Task item:
Return every line from the records below that has the word "Formula".

Material for the task:
package config

// fileProject is the project file as it is written, less what an alternative
// changes. Together with the types below it, it is the table of known keys.
type fileProject struct {
	Title      string `json:"title"`
	Units      string `json:"units" jsonschema:"required,enum=metric,enum=international feet,enum=us survey feet,enum=ft" jsonschema_description:"of coordinates, elevations, stations, offsets and k without unit"`
	Rounding   string `json:"rounding" jsonschema:"enum=m-0.001,enum=ft-0.01" jsonschema_description:"paper only; absent: the one of units"`
	Date       string `json:"date" jsonschema_description:"paper only"`
	Revision   string `json:"revision" jsonschema_description:"paper only"`
	Originator string `json:"originator" jsonschema_description:"paper only"`
	Checker    string `json:"checker" jsonschema_description:"paper only"`

	Survey         *fileSurvey       `json:"survey" jsonschema:"required"`
	Alignment      *fileAlignment    `json:"alignment" jsonschema:"required"`
	Profile        *fileProfile      `json:"profile" jsonschema:"required"`
	TieIn          []fileTieIn       `json:"tie_in"`
	Clearance      []fileClearance   `json:"clearance"`
	TypicalSection []fileTypical     `json:"typical_section" jsonschema:"required"`
	Superelevation []fileCrossfalls  `json:"superelevation" jsonschema_description:"crossfalls by station, linear in between"`
	Stratum        []fileStratum     `json:"stratum"`
	Material       []fileMaterial    `json:"material"`
	Earthwork      *fileEarthwork    `json:"earthwork"`
	Prices         *filePrices       `json:"prices"`
	Culvert        []fileCulvert     `json:"culvert"`
	RightOfWay     *fileRightOfWay   `json:"right_of_way"`
	Exclude        []fileExclude     `json:"exclude"`
	ExtraQuantity  []fileExtra       `json:"extra_quantity"`
	Alternative    []fileAlternative `json:"alternative"`
	Accept         []fileAccept      `json:"accept"`
}
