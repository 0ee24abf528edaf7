// Package finding holds what a check has to say: a code of the catalogue, how
// grave it is, the place, the figure measured and its limit, and which results
// must be withheld because of it.
//
// Domain packages return findings beside their results; they never print. Each
// package that raises findings lists the texts of its codes in a Rules
// function. Only the rim turns a finding into words: it puts Args into the
// rule's Message, writes stations as labels, and finds file, line and column
// from Place.Key.
package finding
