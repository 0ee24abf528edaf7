package config

import (
	"testing"

	"pgregory.net/rapid"
)

// drawTable makes a small tree of tables, lists and numbers.
func drawTable(t *rapid.T, depth int) *node {
	n := &node{}
	for _, key := range []string{"a", "b", "c"} {
		switch rapid.IntRange(0, 3).Draw(t, key) {
		case 1:
			n.entries = append(n.entries, entry{key: key, value: &node{kind: number, number: float64(rapid.IntRange(0, 9).Draw(t, "n"))}})
		case 2:
			n.entries = append(n.entries, entry{key: key, value: &node{kind: list, items: []*node{{kind: truth}}}})
		case 3:
			if depth > 0 {
				n.entries = append(n.entries, entry{key: key, value: drawTable(t, depth-1)})
			}
		}
	}
	return n
}

// Laws of laying one table over another: nothing over it changes nothing, it
// over itself changes nothing, the last layer wins, and layers may be put
// together in any grouping.
func TestMergeLaws(t *testing.T) {
	rapid.Check(t, func(t *rapid.T) {
		a, b, c := drawTable(t, 2), drawTable(t, 2), drawTable(t, 2)
		if !same(merge(a, &node{}), a) || !same(merge(&node{}, a), a) || !same(merge(a, a), a) {
			t.Fatal("nothing, or itself, changes a table")
		}
		if !same(merge(merge(a, b), b), merge(a, b)) {
			t.Fatal("the same layer twice is not the layer once")
		}
		for _, e := range b.entries {
			if e.value.kind != table && merge(a, b).get(e.key) != e.value {
				t.Fatalf("%s is not taken from the upper layer", e.key)
			}
		}
		if !nested(a, b, c) && !same(merge(merge(a, b), c), merge(a, merge(b, c))) {
			t.Fatal("layers depend on their grouping")
		}
	})
}

// nested reports whether a key is a table in one layer and not in another: a
// value in the middle then hides what lies below it in one grouping only.
func nested(layers ...*node) bool {
	for _, key := range []string{"a", "b", "c"} {
		kinds := map[bool][]*node{}
		for _, l := range layers {
			if v := l.get(key); v != nil {
				kinds[v.kind == table] = append(kinds[v.kind == table], v)
			}
		}
		if len(kinds[true]) > 0 && len(kinds[false]) > 0 || len(kinds[true]) > 1 && nested(kinds[true]...) {
			return true
		}
	}
	return false
}

// Every place of the tree can be found again by its path.
func TestLocateFindsEveryPath(t *testing.T) {
	rapid.Check(t, func(t *rapid.T) {
		root := drawTable(t, 3)
		var walk func(n *node, path string, depth int)
		walk = func(n *node, path string, depth int) {
			for _, e := range n.entries {
				here := join(path, e.key)
				found, reached := root.locate(here)
				if found != e.value || reached != depth+1 {
					t.Fatalf("%s is not found", here)
				}
				if _, reached := root.locate(here + ".nothing"); reached != depth+1 {
					t.Fatalf("below %s something is found", here)
				}
				walk(e.value, here, depth+1)
			}
		}
		walk(root, "", 0)
	})
}
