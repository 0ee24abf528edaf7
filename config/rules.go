package config

import "sagcrest/profile/finding"

// Rules returns the pages of the codes that reading a project raises beside
// those of every file (package diag).
func Rules() []finding.Rule {
	return []finding.Rule{
		{
			Code: "Q12", Default: finding.Error,
			Title:   "A surveyed section line doubles back in offset",
			Message: "%v",
			Formula: "offset of each point > offset of the point before it on its line",
			Source:  "common practice",
			Effect:  "The ground would have two levels at one offset.",
			Mend:    "Put the points of the line in order from left to right; left is negative.",
		},
		{
			Code: "Q21", Default: finding.Error,
			Title:   "Alternatives compared on different surfaces, units or prices",
			Message: "%v",
			Formula: "same ground (SHA-256 of the survey), pay method and currency; an alternative may not change survey, units or prices",
			Source:  "common practice",
			Effect:  "The ranking would compare surveys or prices, not roads.",
			Mend:    "Give all alternatives one survey, one set of units and one price list.",
		},
	}
}
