package alignment_test

import (
	"math"
	"testing"

	"sagcrest/profile/alignment"
	"sagcrest/profile/station"
)

// winding is an alignment of 50 bends with clothoids: 201 elements.
func winding(b *testing.B) *alignment.Alignment {
	pi := []alignment.PI{{}}
	az := 0.0
	for i := range 50 {
		last := pi[len(pi)-1]
		pi = append(pi, alignment.PI{E: last.E + 400*math.Sin(az), N: last.N + 400*math.Cos(az), Radius: 300, SpiralIn: 40, SpiralOut: 40})
		az += 0.5 * float64(1-2*(i%2))
	}
	last := pi[len(pi)-1]
	pi = append(pi, alignment.PI{E: last.E + 400*math.Sin(az), N: last.N + 400*math.Cos(az)})
	return lay(b, pi...)
}

func BenchmarkLocateNear(b *testing.B) {
	a := winding(b)
	b.ReportAllocs()
	s := station.Station(0)
	for b.Loop() {
		if s += 137.3; s > a.Length() {
			s -= a.Length()
		}
		p := a.Point(s, 8)
		if _, _, ok := a.LocateNear(p, s+5); !ok {
			b.Fatal(s)
		}
	}
}

func BenchmarkPointOnClothoid(b *testing.B) {
	a := winding(b)
	e := a.Elements()[1]
	b.ReportAllocs()
	l := station.Station(0)
	for b.Loop() {
		if l += 0.037; l > 40 {
			l -= 40
		}
		a.At(e.Over.From + l)
	}
}

func BenchmarkLocate(b *testing.B) {
	a := winding(b)
	b.ReportAllocs()
	s := station.Station(0)
	for b.Loop() {
		if s += 137.3; s > a.Length() {
			s -= a.Length()
		}
		if _, _, ok := a.Locate(a.Point(s, 8)); !ok {
			b.Fatal(s)
		}
	}
}
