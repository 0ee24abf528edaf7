package config

import (
	"bytes"
	"encoding/json"
	"errors"
	"io"
	"strconv"
)

// fromJSON checks the form of the whole text first, which tells where a fault
// is, and then walks its tokens; the decoder's offsets give their places.
func (t *tree) fromJSON() *node {
	var all json.RawMessage
	if err := json.Unmarshal(t.data, &all); err != nil {
		at := len(t.data)
		var fault *json.SyntaxError
		if errors.As(err, &fault) {
			at = int(fault.Offset) - 1 // bytes read, the bad one included
		}
		t.complain("F02", t.position(at), "", err.Error(), "the file is no JSON from here on")
		return nil
	}
	d := json.NewDecoder(bytes.NewReader(t.data))
	d.UseNumber()
	w := &jsonWalk{tree: t, d: d}
	root := w.value(0)
	if root.kind != table {
		t.complain("F02", root.at, "", "a project is an object, this is "+root.kind.String(), "")
		return nil
	}
	return root
}

// jsonWalk is the decoder on its way through the tokens.
type jsonWalk struct {
	*tree
	d *json.Decoder
}

// next returns the next token and where it starts: after the blanks, commas
// and colons that follow the last one. The form was checked before, so the
// only error left is the end of the text, which no caller runs into.
func (w *jsonWalk) next() (json.Token, position) {
	from := int(w.d.InputOffset())
	for from < len(w.data) && bytes.IndexByte([]byte(" \t\r\n,:"), w.data[from]) >= 0 {
		from++
	}
	token, err := w.d.Token()
	if err != nil && !errors.Is(err, io.EOF) {
		panic("config: the form of the JSON text was not checked: " + err.Error())
	}
	return token, w.position(from)
}

// value reads the next value with all that is in it.
func (w *jsonWalk) value(depth int) *node {
	token, at := w.next()
	n := &node{kind: null, at: at}
	switch v := token.(type) {
	case json.Delim:
		w.container(n, v, depth+1)
	case string:
		n.kind, n.text = text, v
	case json.Number:
		n.kind, n.text = number, v.String()
		n.number, _ = strconv.ParseFloat(n.text, 64) // ±Inf beyond the range: refused as such later
		_, err := strconv.ParseInt(n.text, 10, 64)
		n.integer = err == nil
	case bool:
		n.kind, n.truth = truth, v
	}
	return n
}

// container reads up to the closing bracket. What lies too deep is read over, so
// that the decoder stays in step, and not kept.
func (w *jsonWalk) container(n *node, open json.Delim, depth int) {
	tooDeep := depth > maxDepth
	if depth == maxDepth+1 {
		w.deep(depth, n.at)
	}
	n.kind = table
	if open == '[' {
		n.kind = list
	}
	for w.d.More() {
		if n.kind == list {
			if item := w.value(depth); !tooDeep {
				n.items = append(n.items, item)
			}
			continue
		}
		key, at := w.next()
		name, _ := key.(string) // keys of an object are always text
		if v := w.value(depth); !tooDeep {
			w.add(n, entry{name, at, v})
		}
	}
	w.next() // the closing bracket
}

Response below:
			Formula: "offset of each point > offset of the point before it on its line",
			Formula: "same ground (SHA-256 of the survey), pay method and currency; an alternative may not change survey, units or prices",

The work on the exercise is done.